*WHAT NEEDS TO BE DONE*.
Copy the data exactly from the line that contains "on record for" through the line that contains "var at int64", keeping both end lines and leaving out everything else.

**********

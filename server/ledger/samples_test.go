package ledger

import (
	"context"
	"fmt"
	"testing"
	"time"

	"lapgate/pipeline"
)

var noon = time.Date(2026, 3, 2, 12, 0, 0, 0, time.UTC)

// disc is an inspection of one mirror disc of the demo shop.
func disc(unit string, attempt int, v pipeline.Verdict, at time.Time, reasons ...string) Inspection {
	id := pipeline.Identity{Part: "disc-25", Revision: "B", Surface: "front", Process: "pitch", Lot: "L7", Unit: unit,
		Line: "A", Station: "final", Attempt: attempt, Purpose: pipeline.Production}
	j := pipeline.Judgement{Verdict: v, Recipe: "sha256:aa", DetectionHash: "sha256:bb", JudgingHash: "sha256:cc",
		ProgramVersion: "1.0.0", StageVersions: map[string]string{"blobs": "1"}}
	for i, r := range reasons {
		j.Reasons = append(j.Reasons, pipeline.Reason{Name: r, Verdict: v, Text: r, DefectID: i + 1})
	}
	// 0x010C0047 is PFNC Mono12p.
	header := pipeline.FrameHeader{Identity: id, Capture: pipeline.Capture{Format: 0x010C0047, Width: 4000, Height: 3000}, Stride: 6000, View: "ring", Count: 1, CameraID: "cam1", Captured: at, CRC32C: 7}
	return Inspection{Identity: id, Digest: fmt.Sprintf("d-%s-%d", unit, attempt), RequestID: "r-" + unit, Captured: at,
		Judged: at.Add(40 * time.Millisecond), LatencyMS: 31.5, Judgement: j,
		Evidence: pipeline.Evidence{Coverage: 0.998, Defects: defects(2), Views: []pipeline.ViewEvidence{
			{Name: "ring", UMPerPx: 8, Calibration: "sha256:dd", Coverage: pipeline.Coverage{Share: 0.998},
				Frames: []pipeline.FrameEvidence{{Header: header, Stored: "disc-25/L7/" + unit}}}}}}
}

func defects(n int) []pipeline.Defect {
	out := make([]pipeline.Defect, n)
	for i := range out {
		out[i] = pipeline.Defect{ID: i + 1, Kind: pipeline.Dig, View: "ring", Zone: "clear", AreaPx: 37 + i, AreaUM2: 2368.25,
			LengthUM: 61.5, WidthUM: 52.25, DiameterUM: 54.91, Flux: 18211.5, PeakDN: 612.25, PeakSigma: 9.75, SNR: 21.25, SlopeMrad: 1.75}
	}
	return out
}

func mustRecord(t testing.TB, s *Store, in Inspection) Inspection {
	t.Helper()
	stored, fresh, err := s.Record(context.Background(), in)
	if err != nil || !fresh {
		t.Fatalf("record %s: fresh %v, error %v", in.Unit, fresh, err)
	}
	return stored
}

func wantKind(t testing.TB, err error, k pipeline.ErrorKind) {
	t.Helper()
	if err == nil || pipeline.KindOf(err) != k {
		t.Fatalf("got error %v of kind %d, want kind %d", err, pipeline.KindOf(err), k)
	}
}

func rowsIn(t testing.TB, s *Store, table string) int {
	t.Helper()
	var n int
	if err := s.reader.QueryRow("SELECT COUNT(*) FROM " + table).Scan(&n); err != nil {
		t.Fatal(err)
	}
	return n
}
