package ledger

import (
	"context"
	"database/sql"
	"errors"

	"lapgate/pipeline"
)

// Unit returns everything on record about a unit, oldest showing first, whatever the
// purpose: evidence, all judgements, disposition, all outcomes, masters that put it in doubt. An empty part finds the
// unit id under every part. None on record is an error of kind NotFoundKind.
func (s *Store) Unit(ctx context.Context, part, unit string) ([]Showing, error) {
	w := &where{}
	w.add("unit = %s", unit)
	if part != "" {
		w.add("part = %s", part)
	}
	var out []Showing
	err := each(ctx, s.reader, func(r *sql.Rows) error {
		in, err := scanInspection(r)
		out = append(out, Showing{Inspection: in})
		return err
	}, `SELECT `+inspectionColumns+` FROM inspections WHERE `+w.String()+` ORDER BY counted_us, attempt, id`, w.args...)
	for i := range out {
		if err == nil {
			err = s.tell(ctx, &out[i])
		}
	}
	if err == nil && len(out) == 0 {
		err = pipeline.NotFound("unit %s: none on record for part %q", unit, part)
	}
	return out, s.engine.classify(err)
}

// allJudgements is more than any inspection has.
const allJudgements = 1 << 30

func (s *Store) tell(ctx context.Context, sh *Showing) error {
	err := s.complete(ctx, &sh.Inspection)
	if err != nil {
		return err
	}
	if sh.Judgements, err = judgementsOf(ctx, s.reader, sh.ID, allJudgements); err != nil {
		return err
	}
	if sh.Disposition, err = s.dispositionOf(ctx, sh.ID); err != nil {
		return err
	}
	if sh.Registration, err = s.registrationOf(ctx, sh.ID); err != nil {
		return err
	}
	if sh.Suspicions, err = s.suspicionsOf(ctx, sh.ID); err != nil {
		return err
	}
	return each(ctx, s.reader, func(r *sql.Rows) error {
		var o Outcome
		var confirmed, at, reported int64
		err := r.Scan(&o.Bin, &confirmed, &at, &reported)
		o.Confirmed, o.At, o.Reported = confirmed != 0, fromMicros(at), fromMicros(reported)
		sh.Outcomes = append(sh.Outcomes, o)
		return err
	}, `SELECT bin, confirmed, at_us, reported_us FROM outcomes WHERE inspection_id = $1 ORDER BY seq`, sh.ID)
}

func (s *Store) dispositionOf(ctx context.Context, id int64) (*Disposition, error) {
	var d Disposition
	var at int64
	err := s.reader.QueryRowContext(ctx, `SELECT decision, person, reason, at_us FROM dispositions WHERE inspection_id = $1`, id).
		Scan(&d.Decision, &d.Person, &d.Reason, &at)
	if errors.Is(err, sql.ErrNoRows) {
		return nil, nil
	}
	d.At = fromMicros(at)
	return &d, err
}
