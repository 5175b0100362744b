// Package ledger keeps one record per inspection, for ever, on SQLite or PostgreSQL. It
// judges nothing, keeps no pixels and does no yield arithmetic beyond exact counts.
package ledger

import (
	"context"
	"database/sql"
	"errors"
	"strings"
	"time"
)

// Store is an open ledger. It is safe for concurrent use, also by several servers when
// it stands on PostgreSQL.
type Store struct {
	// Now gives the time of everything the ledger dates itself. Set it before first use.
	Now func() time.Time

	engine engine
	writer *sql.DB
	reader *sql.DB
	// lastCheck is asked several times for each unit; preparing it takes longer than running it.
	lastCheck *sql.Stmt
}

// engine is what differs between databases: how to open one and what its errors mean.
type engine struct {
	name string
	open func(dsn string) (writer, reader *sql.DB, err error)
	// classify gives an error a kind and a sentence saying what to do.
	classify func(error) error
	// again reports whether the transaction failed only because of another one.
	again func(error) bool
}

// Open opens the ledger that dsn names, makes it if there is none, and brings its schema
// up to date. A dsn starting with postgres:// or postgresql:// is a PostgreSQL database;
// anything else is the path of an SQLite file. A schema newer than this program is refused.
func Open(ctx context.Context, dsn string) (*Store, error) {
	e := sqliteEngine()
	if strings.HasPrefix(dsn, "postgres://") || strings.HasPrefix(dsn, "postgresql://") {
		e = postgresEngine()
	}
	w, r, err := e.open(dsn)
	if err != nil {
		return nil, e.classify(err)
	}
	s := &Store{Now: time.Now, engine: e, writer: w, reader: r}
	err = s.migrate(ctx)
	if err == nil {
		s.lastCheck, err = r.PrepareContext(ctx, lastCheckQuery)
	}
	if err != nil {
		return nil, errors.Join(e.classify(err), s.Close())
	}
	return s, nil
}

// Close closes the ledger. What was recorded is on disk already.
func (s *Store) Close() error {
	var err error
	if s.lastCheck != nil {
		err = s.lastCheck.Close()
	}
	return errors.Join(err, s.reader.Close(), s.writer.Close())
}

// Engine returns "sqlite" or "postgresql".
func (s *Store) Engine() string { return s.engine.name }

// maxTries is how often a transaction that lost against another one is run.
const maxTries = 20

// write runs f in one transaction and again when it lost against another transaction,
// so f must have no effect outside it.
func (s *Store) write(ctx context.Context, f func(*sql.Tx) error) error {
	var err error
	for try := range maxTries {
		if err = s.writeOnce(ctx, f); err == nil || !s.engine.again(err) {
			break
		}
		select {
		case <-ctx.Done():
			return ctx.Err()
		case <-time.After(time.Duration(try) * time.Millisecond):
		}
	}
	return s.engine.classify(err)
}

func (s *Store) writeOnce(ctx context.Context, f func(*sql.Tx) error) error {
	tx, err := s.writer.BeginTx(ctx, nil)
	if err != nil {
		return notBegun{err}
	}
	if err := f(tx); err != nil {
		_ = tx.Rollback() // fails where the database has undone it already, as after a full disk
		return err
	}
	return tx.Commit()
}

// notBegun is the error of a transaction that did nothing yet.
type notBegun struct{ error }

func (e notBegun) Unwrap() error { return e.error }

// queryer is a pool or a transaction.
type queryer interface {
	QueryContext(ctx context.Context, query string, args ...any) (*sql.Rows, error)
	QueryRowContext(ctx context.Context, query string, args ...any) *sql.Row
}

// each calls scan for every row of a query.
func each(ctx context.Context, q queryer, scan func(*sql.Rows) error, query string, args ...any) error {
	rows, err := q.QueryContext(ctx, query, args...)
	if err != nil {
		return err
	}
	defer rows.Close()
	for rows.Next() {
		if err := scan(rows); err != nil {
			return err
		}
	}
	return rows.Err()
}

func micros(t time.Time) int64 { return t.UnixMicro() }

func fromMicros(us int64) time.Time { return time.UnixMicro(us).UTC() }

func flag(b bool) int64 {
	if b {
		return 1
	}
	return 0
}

**********

*EXERCISE OUTPUT*.
		err = pipeline.NotFound("unit %s: none on record for part %q", unit, part)
	}
	return out, s.engine.classify(err)
}

// allJudgements is more than any inspection has.
const allJudgements = 1 << 30

func (s *Store) tell(ctx context.Context, sh *Showing) error {
	err := s.complete(ctx, &sh.Inspection)
	if err != nil {
		return err
	}
	if sh.Judgements, err = judgementsOf(ctx, s.reader, sh.ID, allJudgements); err != nil {
		return err
	}
	if sh.Disposition, err = s.dispositionOf(ctx, sh.ID); err != nil {
		return err
	}
	if sh.Registration, err = s.registrationOf(ctx, sh.ID); err != nil {
		return err
	}
	if sh.Suspicions, err = s.suspicionsOf(ctx, sh.ID); err != nil {
		return err
	}
	return each(ctx, s.reader, func(r *sql.Rows) error {
		var o Outcome
		var confirmed, at, reported int64
		err := r.Scan(&o.Bin, &confirmed, &at, &reported)
		o.Confirmed, o.At, o.Reported = confirmed != 0, fromMicros(at), fromMicros(reported)
		sh.Outcomes = append(sh.Outcomes, o)
		return err
	}, `SELECT bin, confirmed, at_us, reported_us FROM outcomes WHERE inspection_id = $1 ORDER BY seq`, sh.ID)
}

func (s *Store) dispositionOf(ctx context.Context, id int64) (*Disposition, error) {
	var d Disposition
	var at int64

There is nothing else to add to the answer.